A CacheCreator doesn’t have to necessarily deal with IdentificationCacheNodeCreator s. The main (and only) implementation of CacheCreator is DefaultIdentificationCacheCreator, which takes a IdentificationCacheNodeCreator.

This implementation is the lowest level of abstraction for data generation. Any lower and we’ll start getting into the logic for determining what periods to generate, cache, and store in the database.

BatteryRecordCacheNodeCreator implementation#

BatteryRecordCacheNodeCreator implements IdentificationCacheNodeCreator and has the main logic for generating batteryRecord caches. View it here: solarthing/blob/master/core/src/main/java/me/retrodaredevil/solarthing/rest/cache/creators/BatteryRecordCacheNodeCreator.java

Cache Logic#

The actual logic for generating caches and storing them in the database is present here: solarthing/blob/master/server/src/main/me/retrodaredevil/solarthing/rest/cache/CacheHandler.java

Usages of caches#

Currently, the SolarThing Server program exposes a REST API for querying cache data, which then will call methods provided by CacheHandler. You can see this here: solarthing/blob/master/server/src/main/me/retrodaredevil/solarthing/rest/cache/CacheController.java

Currently, nothing actually uses that REST endpoint, but there are usages of CacheController in some of the GraphQL queries. Typically, a GraphQL query that needs to use cache data will be provided a CacheController object. You can see an example here: solarthing/blob/master/server/src/main/me/retrodaredevil/solarthing/rest/graphql/service/SolarThingGraphQLLongTermService.java

Creating your own cache#

If you would like to make your own cache, then you first need to decide a couple of things. We will assume that you would like to make a cache that is based around data for each device of a certain type. In this case, we will be implementing the IdentificationCacheData interface, or more likely, we will be extending an abstract implementation of that called BaseAccumulationDataCache. Now, let’s come up with some sort of name for our cache such as “cheese sandwich cache”.

We will create a class called CheeseSandwichDataCache, which will extend BaseAccumulationDataCache. This class should be created in the core module under the me.retrodaredevil.solarthing.type.cache.packets.data package. We should create a field like so: public static final String CACHE_NAME = "cheeseSandwich";. We should annotate our class with @JsonExplicit, and create a constructor annotated with @JsonCreator. You can see an example here: solarthing/blob/master/core/src/main/java/me/retrodaredevil/solarthing/type/cache/packets/data/BatteryRecordDataCache.java

You should populate your newly created class with useful data and implement the combine() method.

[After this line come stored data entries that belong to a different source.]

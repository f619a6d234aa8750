"""The one recommendation of a run, decided once from its complete Summary.

    from triage.decision import recommend
    summary.recommendation = recommend(summary)   # after every study of the run has finished

The rule, in the order it is checked: when the given outputs cannot come from the decoder at the
run's settings (settings_mismatch: half of the failed outputs break its rules), or the outputs
check reproduces under half of its sample, nothing is recommended, whatever the studies found:
their numbers rest on scores of outputs the decoder did not maximize. Then the coverage: the
verdict mix is read only when at least MIN_ROWS failed rows and MIN_COVERAGE of them were
compared. Then the verdict mix and, where they ran, the studies' evidence (wider beams, other
length penalties).
"""

from __future__ import annotations

from dataclasses import dataclass
from typing import Any

from triage.run.analysis import search_share
from triage.run.metrics import gain
from triage.run.summary import Action, Recommendation, Summary
from triage.run.verdicts import FAILED, Verdict
from triage.studies.length_penalty import LengthPenaltySection
from triage.studies.reproduce import ReproductionSection
from triage.studies.widen import WidenSection

# The rule's thresholds, in the order they are checked (README: The recommendation rule).
MIN_REPRODUCED = 0.5  # outputs check: below this share of sampled failed rows reproduced, nothing is recommended
MIN_ROWS = 10         # compared failed rows the verdict mix needs before it is read ...
MIN_COVERAGE = 0.5    # ... and the share of all failed rows they must be (skipped, blocked: not compared)


def settings_mismatch(summary: Summary) -> str | None:
    """Why the given outputs cannot come from the decoder at the run's settings, when at least
    half of the failed rows' outputs break one of its rules (longer than its length limit,
    shorter than its minimum, a banned or repeated n-gram); None otherwise. Scores of such
    outputs are not what the decoder maximized, so no verdict or advice rests on them."""
    foreign = summary.outputs_not_from_these_settings
    rows, failed = foreign.rows or 0, foreign.of_failed or 0
    if not rows or 2 * rows < failed:
        return None
    rules = ", ".join(f"{rule} ({k})" for rule, k in (foreign.rules or {}).items())
    return (f"{rows} of {failed} failed outputs cannot come from the decoder at these settings "
            f"({summary.objective or 'the given objective'}): its rules forbid them: {rules}")


def metric_name(*sections: Any) -> str:
    """The metric the first of these study sections names ("metric" when none does)."""
    for s in sections:
        if s is not None and s.metric:
            return str(s.metric)
    return "metric"


@dataclass
class Evidence:
    """What the recommendation rests on: the verdict counts and the studies' typed sections."""

    counts: dict[str, int]
    widen: WidenSection | None = None
    length_penalty: LengthPenaltySection | None = None
    reproduction: ReproductionSection | None = None

    @classmethod
    def of(cls, summary: Summary) -> Evidence:
        rep = summary.reproduction if isinstance(summary.reproduction, ReproductionSection) else None
        return cls(dict(summary.counts), summary.widen, summary.length_penalty, rep)

    def __post_init__(self) -> None:
        self.search, self.compared = search_share(self.counts)
        self.model = self.counts.get(Verdict.MODEL, 0)
        self.failed = sum(self.counts.get(v, 0) for v in FAILED)
        n = self.compared
        self.s_share = self.search / n if n else 0.0
        self.m_share = self.model / n if n else 0.0
        self.best = self.widen.best_width() if self.widen is not None else None
        self.metric = metric_name(self.widen)

    def coverage(self) -> str:
        """How many failed rows were compared, and what kept the others out."""
        out = [f"{self.counts.get(v, 0)} {v}" for v in (Verdict.SKIPPED, Verdict.BLOCKED) if self.counts.get(v)]
        share = f" ({self.compared / self.failed:.0%})" if self.failed else ""
        return f"{self.compared} of {self.failed} failed rows{share} were compared" + (
            f" ({', '.join(out)})" if out else "")

    def widen_numbers(self) -> str:
        """What the best measured width does (when one was measured)."""
        b = self.best
        return (f"widen to {b.beam}: resolves {b.resolved_share:.0%} of search-side rows, "
                f"{b.corpus_delta:+.1f} {self.metric} on the dev set, {b.time_ratio or 0:.1f}x decode time")

    def widen_worse(self) -> str:
        """How many model-side rows the best width makes worse ("" when none)."""
        mr = self.best.model_rows if self.best is not None else None
        if mr is None or not mr.worse:
            return ""
        return f"; it worsens {self.metric} on {mr.worse} of {mr.rows} model-side rows"


def recommend(summary: Summary, min_rows: int = MIN_ROWS) -> Recommendation:
    """The recommended action and the numbers it rests on, from a run's complete Summary."""
    mismatch = settings_mismatch(summary)
    if mismatch:
        return Recommendation(Action.INCONCLUSIVE, mismatch, ["the decoder settings the outputs were decoded with"])
    return weigh(Evidence.of(summary), min_rows)


def weigh(ev: Evidence, min_rows: int = MIN_ROWS) -> Recommendation:
    """The rule itself, on the verdict counts and study evidence alone (after settings_mismatch)."""
    rep = ev.reproduction
    if rep is not None and rep.reproduced_share is not None and rep.reproduced_share < MIN_REPRODUCED:
        return Recommendation(Action.INCONCLUSIVE,
                              "the outputs were not decoded with these settings: give the beam width, penalty and "
                              f"alpha you decoded with (decoding {rep.checked} sampled failed rows again at "
                              f"{rep.objective} gives {rep.reproduced} of their outputs, {rep.reproduced_share:.0%}; "
                              f"at least {MIN_REPRODUCED:.0%} are needed)",
                              ["the beam width, penalty and alpha the outputs were decoded with"])
    few, thin = ev.compared < min_rows, ev.compared < MIN_COVERAGE * ev.failed
    if few or thin:
        fix = []
        if thin:
            fix.append("failed rows that can be scored: pass the settings the outputs were decoded with, or fix "
                       "the tokenizer problems listed in skipped_reasons")
        if few:
            fix.append("more failed rows")
        return Recommendation(Action.INCONCLUSIVE,
                              f"only {ev.coverage()}: the verdict mix is read when at least {min_rows} failed rows "
                              f"and at least {MIN_COVERAGE:.0%} of them are compared; "
                              + "; or ".join(fix), fix)
    decided, lp_text = _length_penalty_case(ev)
    if decided is not None:
        return decided
    if ev.s_share >= 0.5:
        return _search_side_case(ev)
    if ev.m_share >= 0.5:
        return _model_side_case(ev, lp_text)
    return _split_case(ev, lp_text)


def _length_penalty_case(ev: Evidence) -> tuple[Recommendation | None, str]:
    """Model-side failures that are short and flip at another alpha: tune the length penalty.
    Returns the recommendation when it is that, and the penalty's finding for the other cases."""
    lp = ev.length_penalty
    b, brev = (lp.best, lp.brevity) if lp is not None else (None, None)
    if not (b and brev):
        return None, ""
    flip, short = b.flip_share, brev.short_share
    penalty, alpha = b.penalty, b.alpha
    lp_text = f"the best penalty ({penalty} alpha {alpha:g}) flips {flip or 0:.0%} of model-side rows to search-side"
    if not (ev.m_share >= 0.5 and (flip or 0) >= 0.3 and (short or 0) >= 0.5):
        return None, lp_text
    because = (f"{ev.m_share:.0%} of compared failures are model-side ({ev.model} of {ev.compared}), {short:.0%} "
               f"of them shorter than the reference (mean length ratio {brev.length_ratio or 0:.2f}), and "
               f"{flip:.0%} flip to search-side at {penalty} alpha {alpha:g}")
    done = [r for r in lp.redecode or [] if r.penalty == penalty]
    if not done:
        return Recommendation(Action.TUNE_LENGTH_PENALTY, because,
                              [f"decoding at {penalty} alpha {alpha:g} to confirm (--redecode-alpha)"]), lp_text
    name = metric_name(lp, ev.widen)
    r = max(done, key=lambda r: (gain(name, r.corpus_delta), -abs(r.alpha - alpha)))
    delta, r_alpha = r.corpus_delta, r.alpha
    because += f"; decoding at alpha {r_alpha:g} changes {name} by {delta:+.1f} on {r.rows} rows"
    if gain(name, delta) > 0:  # an improvement: up for chrF / BLEU, down for WER / CER
        return Recommendation(Action.TUNE_LENGTH_PENALTY, because), lp_text
    return None, lp_text + f", but decoding at alpha {r_alpha:g} changes the metric by {delta:+.1f}"


def _search_side_case(ev: Evidence) -> Recommendation:
    """Most compared failures are search-side: does a wider beam recover them, and does it pay?"""
    share = f"{ev.s_share:.0%} of compared failures are search-side"
    wider = ["re-decoding with a wider beam (--widen)"]
    if ev.widen is None:
        return Recommendation(Action.WIDEN_BEAM, f"{share} ({ev.search} of {ev.compared}); not yet confirmed by "
                              "re-decoding (run with --widen)", wider)
    if ev.best is None:
        return Recommendation(Action.INCONCLUSIVE, f"{share}, but no wider beam was measured", wider)
    resolved = ev.best.resolved_share
    if resolved >= 0.25 and gain(ev.metric, ev.best.corpus_delta) >= 0:
        return Recommendation(Action.WIDEN_BEAM, ev.widen_numbers() + ev.widen_worse())
    if resolved >= 0.25:
        return Recommendation(Action.INCONCLUSIVE, f"{share} and {ev.widen_numbers()}{ev.widen_worse()}",
                              ["a width or length penalty that resolves them without lowering the metric"])
    return Recommendation(Action.INCONCLUSIVE,
                          f"{share}, but widening to {ev.best.beam} resolves only {resolved:.0%} of them",
                          ["a wider beam or another length penalty that recovers the references"])


def _model_side_case(ev: Evidence, lp_text: str) -> Recommendation:
    """Most compared failures are model-side: work on the model, with what the studies saw."""
    because = f"fix the model: {ev.m_share:.0%} of compared failures are model-side ({ev.model} of {ev.compared})"
    widths = ev.widen.widths if ev.widen is not None else None
    if ev.best:
        because += (f" and widening to {ev.best.beam} resolves {ev.best.resolved_share:.0%} of "
                    f"search-side rows ({ev.best.corpus_delta:+.1f} {ev.metric})")
    elif widths:
        w = max(widths, key=lambda w: w.beam)
        because += (f"; widening to {w.beam} has no search-side row to resolve and changes {ev.metric} by "
                    f"{w.corpus_delta:+.1f} on the dev set")
    if lp_text:
        because += "; " + lp_text
    return Recommendation(Action.FIX_MODEL, because)


def _split_case(ev: Evidence, lp_text: str) -> Recommendation:
    """Neither side has half of the compared failures."""
    if ev.best and ev.best.resolved_share >= 0.5 and gain(ev.metric, ev.best.corpus_delta) > 0:
        return Recommendation(Action.WIDEN_BEAM, f"failures split ({ev.s_share:.0%} search-side, {ev.m_share:.0%} "
                              f"model-side of {ev.compared}); " + ev.widen_numbers() + ev.widen_worse())
    missing = []
    if ev.widen is None:
        missing.append("re-decoding with a wider beam (--widen)")
    if ev.length_penalty is None:
        missing.append("a length-penalty sweep")
    because = (f"failures split: {ev.s_share:.0%} search-side, {ev.m_share:.0%} model-side of {ev.compared} "
               f"compared ({ev.failed} failed rows in all)")
    if ev.best:
        because += "; " + ev.widen_numbers()
    if lp_text:
        because += "; " + lp_text
    return Recommendation(Action.INCONCLUSIVE, because,
                          missing or ["a clearer split of failures (more rows, or a --below threshold)"])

Now, we need to create our class to generate the data. We will create a class called CheeseSandwichCacheNodeCreator in the graphql module under the me.retrodaredevil.solarthing.rest.cache.creators package. This should implement IdentificationCacheNodeCreator<CheeseSandwichDataCache, CheeseSandwichStatusPacket>. Note that you can replace CheeseSandwichStatusPacket with whatever type of class that you need to use to generate data. Note that class must implement the Identifiable interface AND, the identifier returned must be serializabe and deserializable to and from JSON. Please make sure you check to make sure that the type of identifiable used by that class is present in the @JsonSubTypes in the Identifier interface. You can see an example here: solarthing/blob/master/server/src/main/java/me/retrodaredevil/solarthing/rest/cache/creators/BatteryRecordCacheNodeCreator.java.

Now that you have your class created, it’s time to implement the required methods. The getAcceptedType() method can return the class of what you replaced CheeseSandwichStatusPacket with. getCacheName() returns CheeseSandwichDataCache.CACHE_NAME. Now it’s time to implement the create method. This is where you may have to get creative to create the perfect algorithm to generate your data, or you can look at one of the many implementations of this method for other types of cache data.

Once you are done, go into the CacheHandler class, and add an entry similer to the other entries under the CACHE_CREATORS field. Now go to CacheController and add a method similer to the other methods already present, but for your data types. To test it, use something to hit the newly created endpoint that you have made, and see if it works.